### What needs to be done:
The answer should consist of every line in the material below that has the word "curves".
The data START
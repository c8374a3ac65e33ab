"""What a countersigner said when a sheet was sent back, at its rows and as a whole."""

from server.lab.ink import Place
from server.lab.rig import rig_of
from server.lab.sheet_facts import ReturnFact, SheetFacts
from server.lab.slots import place_words, row_at
from server.sheets.bench import RemarkView, ReturnView
from server.sheets.parts.telling import moment_words


def remarks_on_rows(facts: SheetFacts) -> dict[Place, list[RemarkView]]:
    """Return all remarks on rows, of every time that the sheet was sent back, oldest first."""
    found: dict[Place, list[RemarkView]] = {}
    for one in facts.returns:
        at = moment_words(one.at, facts.laboratory.zone)
        for row in one.rows:
            place = (row.replicate, row.slot, row.segment)
            found.setdefault(place, []).append(RemarkView(row.text, one.by, at))
    return found


def return_views(facts: SheetFacts) -> tuple[ReturnView, ...]:
    """Return every time that a sheet was sent back, oldest first."""
    return tuple(_view(facts, one) for one in facts.returns)


def _view(facts: SheetFacts, one: ReturnFact) -> ReturnView:
    recipe, rig = facts.recipe.document, rig_of(facts.instruments)
    return ReturnView(
        by=one.by,
        at=one.at.isoformat(),
        says_at=moment_words(one.at, facts.laboratory.zone),
        remark=one.remark,
        rows=tuple(
            (
                place_words(
                    row.replicate, row_at(recipe, rig, (row.replicate, row.slot, row.segment)).label
                ),
                row.text,
            )
            for row in one.rows
        ),
    )
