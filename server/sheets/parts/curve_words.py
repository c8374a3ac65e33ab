"""A curve in words: what it shows, which method to believe, and who chose."""

from server.curves.analysis import Analysis
from server.curves.outcome import EndPoint, NoEndPoint
from server.curves.points import TitrationCurve
from server.drawing.titration.told import slope_words
from server.metrology.rounding import rounded_pair, significant
from server.sheets.parts.curve_drawn import Steps


def volume_words(found: EndPoint) -> tuple[str, str]:
    """Return an end point's volume and its standard uncertainty, both in mL."""
    return rounded_pair(found.volume_mL, found.u_mL)


def picture_says(analysis: Analysis, taken: str, steps: Steps) -> str:
    """Return the curve for those who cannot see it: points, ends, end point, greatest slope."""
    curve = analysis.curve
    steepest = max(steps, key=lambda one: one[2])
    says = (
        f"Titration curve of {curve.size} points, from {_reading(curve, 0)} at "
        f"{curve.V[0]:.4g} mL to {_reading(curve, -1)} at {curve.V[-1]:.4g} mL."
    )
    found = next((one for one in analysis.outcomes if one.method == taken), None)
    if isinstance(found, EndPoint):
        volume, u = volume_words(found)
        says += f" End point by {the(taken)}: {volume} mL, standard uncertainty {u} mL."
    greatest = f"{slope_words(steepest[2])} {curve.kind} per mL"
    says += f" Greatest slope {greatest}, between {steepest[0]:.4g} and {steepest[1]:.4g} mL."
    others = [
        f"{one.method} {volume_words(one)[0]}"
        for one in analysis.outcomes
        if isinstance(one, EndPoint) and one.method != taken
    ]
    return says + (f" Other methods, in mL: {', '.join(others)}." if others else "")


def _reading(curve: TitrationCurve, at: int) -> str:
    return f"pH {curve.y[at]:.4g}" if curve.kind == "pH" else f"{curve.y[at]:.4g} mV"


def believe(analysis: Analysis) -> str:
    """Return in one sentence which method to believe, and why."""
    method = analysis.proposed
    found = analysis.outcome(method)
    volume = f"{volume_words(found)[0]} mL" if isinstance(found, EndPoint) else "no volume"
    reach = next((one for one in analysis.findings if one.name == "end point"), None)
    if reach is not None and reach.verdict == "fails":
        none = f"Believe none of them as it stands, not {the(method)} either, {volume}"
        return f"{none}: {_lower(reach.says)}"
    because = _because_fit(analysis) if method == "model fit" else _because_other(analysis)
    return f"Believe {the(method)}, {volume}: {because}."


def _lower(says: str) -> str:
    return says[0].lower() + says[1:]


def apart_words(analysis: Analysis, taken: str | None) -> str:
    """Return how far the volume taken lies from the one to believe; nothing where they are one."""
    found = next((one for one in analysis.outcomes if one.method == taken), None)
    best = analysis.outcome(analysis.proposed)
    if taken == best.method or not (isinstance(found, EndPoint) and isinstance(best, EndPoint)):
        return ""
    apart = found.volume_mL - best.volume_mL
    size = f"{significant(abs(apart))} mL ({significant(abs(100 * apart / best.volume_mL))} %)"
    return f" That is {size} {'more' if apart > 0 else 'less'} than by {the(best.method)}."


def the(method: str) -> str:
    """Return a method's name as it stands in a sentence."""
    named = {"gran acid side": "Gran's line of the acid side",
             "gran alkaline side": "Gran's line of the alkaline side"}  # fmt: skip
    return named.get(method, f"the {method}")


def _because_fit(analysis: Analysis) -> str:
    fit = analysis.outcome("model fit")
    used = len(fit.used) if isinstance(fit, EndPoint) else 0
    parts = [f"it rests on {'all ' if used == analysis.curve.size else ''}{used} points"]
    looks = [one.name for one in analysis.findings if one.verdict == "look"]
    verdicts = {one.name: one.verdict for one in analysis.findings}
    if verdicts.get("residuals") == "holds":
        parts.append("its residuals look like scatter")
    derivative = analysis.outcome("first derivative")
    if isinstance(fit, EndPoint) and isinstance(derivative, EndPoint):
        apart = abs(fit.volume_mL - derivative.volume_mL)
        holds = verdicts.get("methods agree") == "holds"
        parts.append(
            f"the first derivative {'agrees' if holds else 'lies off'} "
            f"{'to' if holds else 'by'} {significant(apart)} mL"
        )
    says = ", ".join(parts[:-1]) + f" and {parts[-1]}" if len(parts) > 1 else parts[0]
    shown = [name for name in looks if name not in {"methods agree", "spacing"}]
    return says + (f"; look at {' and '.join(shown)} first" if shown else "")


def _because_other(analysis: Analysis) -> str:
    fit = analysis.outcome("model fit")
    if isinstance(fit, NoEndPoint):
        why = fit.why.rstrip(".")
        says = f"the model fit has no answer ({why[0].lower()}{why[1:]})"
        return f"its u is the smallest here and {says}" if _surest(analysis) else says
    failing = [one.name for one in analysis.findings if one.verdict == "fails"]
    return f"the model fit has a volume, but does not hold in {' and '.join(failing)}"


def _surest(analysis: Analysis) -> bool:
    """Tell whether the proposed method states the smallest u of all that have a volume."""
    found = [one for one in analysis.outcomes if isinstance(one, EndPoint)]
    return min(found, key=lambda one: one.u_mL).method == analysis.proposed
The data END
### Written reply:
from server.curves.analysis import Analysis
from server.curves.outcome import EndPoint, NoEndPoint
from server.curves.points import TitrationCurve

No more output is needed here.